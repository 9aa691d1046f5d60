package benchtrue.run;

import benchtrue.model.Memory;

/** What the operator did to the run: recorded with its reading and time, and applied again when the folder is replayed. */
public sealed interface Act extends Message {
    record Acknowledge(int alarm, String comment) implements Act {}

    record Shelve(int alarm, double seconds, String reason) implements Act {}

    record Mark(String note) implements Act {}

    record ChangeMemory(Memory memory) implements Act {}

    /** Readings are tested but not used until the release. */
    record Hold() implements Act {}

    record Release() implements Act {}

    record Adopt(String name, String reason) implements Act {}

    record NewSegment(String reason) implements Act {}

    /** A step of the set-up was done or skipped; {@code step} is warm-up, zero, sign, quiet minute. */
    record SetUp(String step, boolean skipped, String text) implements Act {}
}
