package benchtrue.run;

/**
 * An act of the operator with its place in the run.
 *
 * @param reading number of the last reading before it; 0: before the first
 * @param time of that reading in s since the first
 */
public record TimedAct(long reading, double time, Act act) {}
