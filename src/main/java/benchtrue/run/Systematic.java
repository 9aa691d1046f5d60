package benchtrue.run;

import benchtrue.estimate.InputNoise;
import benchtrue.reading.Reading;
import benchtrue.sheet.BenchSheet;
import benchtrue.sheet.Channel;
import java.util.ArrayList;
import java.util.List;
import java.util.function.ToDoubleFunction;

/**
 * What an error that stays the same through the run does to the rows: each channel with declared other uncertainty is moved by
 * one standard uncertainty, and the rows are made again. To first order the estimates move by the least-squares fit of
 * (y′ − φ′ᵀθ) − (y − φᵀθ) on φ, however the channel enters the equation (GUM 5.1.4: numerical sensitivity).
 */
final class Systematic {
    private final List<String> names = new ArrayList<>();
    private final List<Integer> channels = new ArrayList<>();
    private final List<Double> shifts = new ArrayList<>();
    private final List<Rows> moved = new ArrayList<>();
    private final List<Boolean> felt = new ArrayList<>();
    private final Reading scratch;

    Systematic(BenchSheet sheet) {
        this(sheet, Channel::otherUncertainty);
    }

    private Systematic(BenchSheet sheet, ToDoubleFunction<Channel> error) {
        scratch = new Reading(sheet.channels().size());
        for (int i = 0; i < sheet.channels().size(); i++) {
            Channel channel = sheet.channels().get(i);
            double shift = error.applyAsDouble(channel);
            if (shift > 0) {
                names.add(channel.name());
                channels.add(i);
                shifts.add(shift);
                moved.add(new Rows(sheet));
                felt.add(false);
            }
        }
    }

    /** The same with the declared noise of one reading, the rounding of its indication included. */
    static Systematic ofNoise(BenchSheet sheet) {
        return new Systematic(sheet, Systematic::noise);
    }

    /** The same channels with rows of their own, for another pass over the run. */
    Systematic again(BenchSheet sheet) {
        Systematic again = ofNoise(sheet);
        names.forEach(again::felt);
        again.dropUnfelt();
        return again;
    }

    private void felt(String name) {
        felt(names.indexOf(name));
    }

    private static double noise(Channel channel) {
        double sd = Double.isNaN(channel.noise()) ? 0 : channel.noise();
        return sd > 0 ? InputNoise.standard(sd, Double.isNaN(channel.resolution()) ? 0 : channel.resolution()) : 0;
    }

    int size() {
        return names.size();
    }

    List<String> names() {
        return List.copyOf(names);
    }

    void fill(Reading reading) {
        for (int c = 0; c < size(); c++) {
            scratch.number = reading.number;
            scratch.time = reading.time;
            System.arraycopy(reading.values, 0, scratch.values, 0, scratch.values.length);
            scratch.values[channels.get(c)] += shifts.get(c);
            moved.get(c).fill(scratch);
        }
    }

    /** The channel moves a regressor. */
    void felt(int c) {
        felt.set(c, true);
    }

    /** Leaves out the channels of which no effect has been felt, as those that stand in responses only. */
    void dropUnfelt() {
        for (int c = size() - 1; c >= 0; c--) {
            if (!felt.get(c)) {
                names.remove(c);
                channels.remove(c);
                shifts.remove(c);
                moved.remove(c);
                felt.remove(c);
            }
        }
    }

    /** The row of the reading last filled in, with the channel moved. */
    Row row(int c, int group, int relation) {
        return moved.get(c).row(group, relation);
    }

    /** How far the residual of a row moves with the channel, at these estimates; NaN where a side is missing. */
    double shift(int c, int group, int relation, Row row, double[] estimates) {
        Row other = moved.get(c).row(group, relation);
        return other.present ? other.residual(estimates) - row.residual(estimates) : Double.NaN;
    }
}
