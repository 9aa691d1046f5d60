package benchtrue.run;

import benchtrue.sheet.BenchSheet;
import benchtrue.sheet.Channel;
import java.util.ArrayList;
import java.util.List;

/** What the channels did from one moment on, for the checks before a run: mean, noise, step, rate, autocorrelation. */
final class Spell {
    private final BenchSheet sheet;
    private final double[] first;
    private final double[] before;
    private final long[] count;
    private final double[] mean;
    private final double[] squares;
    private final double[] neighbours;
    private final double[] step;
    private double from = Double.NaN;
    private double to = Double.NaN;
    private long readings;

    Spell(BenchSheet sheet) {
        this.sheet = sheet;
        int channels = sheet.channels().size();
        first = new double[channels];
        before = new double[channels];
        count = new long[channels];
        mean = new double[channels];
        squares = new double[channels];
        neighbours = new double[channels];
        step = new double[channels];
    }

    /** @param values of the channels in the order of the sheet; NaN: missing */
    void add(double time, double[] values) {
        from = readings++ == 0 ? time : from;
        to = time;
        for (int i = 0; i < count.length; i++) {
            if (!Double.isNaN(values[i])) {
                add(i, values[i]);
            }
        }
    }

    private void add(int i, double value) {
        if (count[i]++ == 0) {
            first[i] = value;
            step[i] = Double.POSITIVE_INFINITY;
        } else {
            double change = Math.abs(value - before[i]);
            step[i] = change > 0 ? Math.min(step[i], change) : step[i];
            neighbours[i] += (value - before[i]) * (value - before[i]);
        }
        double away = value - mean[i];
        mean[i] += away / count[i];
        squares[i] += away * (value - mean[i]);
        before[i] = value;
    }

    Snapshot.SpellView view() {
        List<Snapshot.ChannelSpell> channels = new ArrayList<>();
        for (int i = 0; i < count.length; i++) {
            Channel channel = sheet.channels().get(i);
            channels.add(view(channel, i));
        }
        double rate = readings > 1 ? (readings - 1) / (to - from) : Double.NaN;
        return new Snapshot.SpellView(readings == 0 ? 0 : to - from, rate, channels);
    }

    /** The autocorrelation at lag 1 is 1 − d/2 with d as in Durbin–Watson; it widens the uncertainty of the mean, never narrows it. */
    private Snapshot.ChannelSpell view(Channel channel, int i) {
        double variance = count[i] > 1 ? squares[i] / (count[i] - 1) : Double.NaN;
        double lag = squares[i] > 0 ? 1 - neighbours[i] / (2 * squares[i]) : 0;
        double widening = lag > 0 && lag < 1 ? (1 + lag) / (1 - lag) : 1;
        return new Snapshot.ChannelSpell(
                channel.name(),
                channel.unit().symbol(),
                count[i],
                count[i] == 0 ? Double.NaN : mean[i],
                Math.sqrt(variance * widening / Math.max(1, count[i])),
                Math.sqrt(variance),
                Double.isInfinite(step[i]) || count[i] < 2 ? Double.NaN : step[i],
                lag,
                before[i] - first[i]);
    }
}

# # #

• _Work item_: If a line in the data contains the string "ToDoubleFunction", copy it.

• _Written answer_:
import java.util.function.ToDoubleFunction;
    private Systematic(BenchSheet sheet, ToDoubleFunction<Channel> error) {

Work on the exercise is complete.